Mega Man 1-6 were all great games. I think the first 3 were really the best and I beat all of them. The hardest to beat was the first one by far. I played the 2 MegaMan remakes on PSP and both were great.

RE2, when that game came out, it was just a great time for gaming. The game was the first real blockbuster survival horror game and came on two discs. The problem with the game was that it wasn't nearly as hard as the first game or as scary. Too much of the game was outdoors. I remember the Police Station... RE1 was just you trapped in a mansion for the most part. RE2 was big budget but looking back RE1 was the greatest survival horror game ever. Silent Hill 1 was the scariest though. RE2, you never ran out of ammo or needed to avoid zombies strategically. Still a great game, but not on RE1's level, even with the technical limitations. RE1 you felt TRAPPED and claustrophobic, and that atmosphere was never felt again the same way in later games

I just beat RE Code Veronica in 2015 and it is really a super-underrated game. It is also not as scary as the first game but it is still pretty damn scary and also a very difficult game, maybe a TINY BIT easier than RE1. Some of the cutscenes in RE:CV were flat-out embarrassing though haha

Tomb Raider 1 and 3 to me were the best games. I got all secrets in TR 1-4 and Tomb Raider 3 was BY FAR the hardest to get all secrets. Tomb Raider 1 really changed 3-D platformer/adventure games and you felt like LITERALLY Indiana Jones, which the game actually was meant to be Indiana Jones so I think they purposefully made a female lead character, probably to avoid lawsuits or copywrite whatever.

Tomb Raider 2 had way too much action and not nearly enough tombs, less sense of desperation and confusion of what to do next than TR 1

I think Tomb Raider 3 was extremely difficult and you had no clue where to go or what to do a lot of times. I think Tomb Raider 3 was VERY UNDERRATED. I personally like it better than Tomb Raider 1 personally, but it is safe to say Tomb Raider 1 was the best TR game


----------



## Disheveled and Lost (May 9, 2015)

Jermster91 said:


> Crash Bandicoot 1-3 PS
> Star War:Shadows of the Empire N64


I know no one will care about my rants, but as far as Crash Bandicoot 1-3...

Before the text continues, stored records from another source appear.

"""The command line: it parses and delegates; everything it does can be imported.

Exit codes: 0 done, 2 unusable arguments, 3 files that cannot be written, 130 interrupted. Results
go to stdout and into files, messages to stderr.
"""

import argparse
import logging
import sys
from collections.abc import Sequence
from pathlib import Path

from mfeat import __version__, demo


def build_parser() -> argparse.ArgumentParser:
    """Return the parser of the command `mfeat`."""
    parser = argparse.ArgumentParser(
        prog="mfeat",
        description="Minkowski curves of image patches as feature vectors.",
        epilog="A classifier's verdict is an aid: validate it on your own parts and measuring "
        "system. Safety-related acceptance follows the applicable standards and qualified people.",
    )
    parser.add_argument("--version", action="version", version=f"mfeat {__version__}")
    commands = parser.add_subparsers(dest="command", required=True, metavar="COMMAND")
    write = commands.add_parser(
        "demo",
        help="write simulated height maps of powder-coated panels, with truth and a manifest",
        description="Write simulated height maps of powder-coated metal panels (TIFF, float32 "
        "micrometres, NaN where missing), their truth and a manifest; prints the manifest's path.",
    )
    write.add_argument("--out", type=Path, required=True, help="a new or empty folder")
    write.add_argument("--panels", type=int, default=4, help="panels per condition (default 4)")
    write.add_argument("--side", type=int, default=512, help="side in pixels (default 512)")
    write.add_argument("--pitch", type=float, default=10.0, help="pitch in um (default 10)")
    write.add_argument("--seed", type=int, default=0, help="seed of the first panel (default 0)")
    return parser


def main(argv: Sequence[str] | None = None) -> int:
    """Run the command line; returns the exit code.

    Examples
    --------
    >>> from mfeat.cli import main
    >>> main(["demo", "--out", "/dev/null"])
    2
    """
    logging.basicConfig(stream=sys.stderr, format="mfeat: %(message)s", level=logging.WARNING)
    options = build_parser().parse_args(argv)
    try:
        manifest = demo.write_demo(
            options.out,
            options.panels,
            side=options.side,
            pitch=options.pitch,
            seed=options.seed,
        )
    except (ValueError, TypeError, FileExistsError, NotADirectoryError) as error:
        return _stopped(f"mfeat demo: {error}", 2)
    except OSError as error:
        return _stopped(f"mfeat demo: no file is left in {options.out}: {error}", 3)
    except KeyboardInterrupt:
        return _stopped(f"mfeat demo: interrupted; no file is left in {options.out}", 130)
    try:
        print(manifest, flush=True)
    except OSError as error:
        sys.stdout = None  # so that Python does not try to flush it again on the way out
        return _stopped(f"mfeat demo: {manifest} is written, but stdout failed: {error}", 3)
    return 0


def _stopped(message: str, code: int) -> int:
    print(message, file=sys.stderr)
    return code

I finally beat Crash 1 in 2015 and it was a great game. Due to technical limitations, it was pretty linear and jumping was very difficult. Graphics were very basic.

In literal terms, I think Crash 2 was the best Crash game ever. I just remember how complex it was to get all gems and how you needed to backtrack to get silver, purple gems from previous levels. Without a strategy guide you were soooo lost playing that game. It was pretty easy to get 101% or whatever

Crash 3 I also got 103% or the maximum whatever it was. I don't think it was quite as good as Crash 2, but it was still a great game and there were sooo many levels that were so diverse. Flying levels, levels where you were waterskiing, riding motorcycles. I think it was an incredible game, but kind of all over the place, and Crash 2 seemed more focused as a true Crash game


----------



## JustThisGuy (Mar 24, 2012)

Below Average Drone said:


> Mega Man 1-6 were all great games. I think the first 3 were really the best and I beat all of them. The hardest to beat was the first one by far. I played the 2 MegaMan remakes on PSP and both were great.
> 
> RE2, when that game came out, it was just a great time for gaming. The game was the first real blockbuster survival horror game and came on two discs. The problem with the game was that it wasn't nearly as hard as the first game or as scary. Too much of the game was outdoors. I remember the Police Station... RE1 was just you trapped in a mansion for the most part. RE2 was big budget but looking back RE1 was the greatest survival horror game ever. Silent Hill 1 was the scariest though. RE2, you never ran out of ammo or needed to avoid zombies strategically. Still a great game, but not on RE1's level, even with the technical limitations. RE1 you felt TRAPPED and claustrophobic, and that atmosphere was never felt again the same way in later games
> 
> ...


I've played Mega Man 1-9. Still need to play 10. I remember Soccer, the two arcade games that you could unlock on the anniversary edition for the PS2. They played like the first Street Fighter in that they were one-on-one but was no two player. And you're right, the first Mega Man is totally the hardest. I remember replaying it when I was older and wondering how my 4 or 5 year old self beat that game. With no saves. Crazy hard.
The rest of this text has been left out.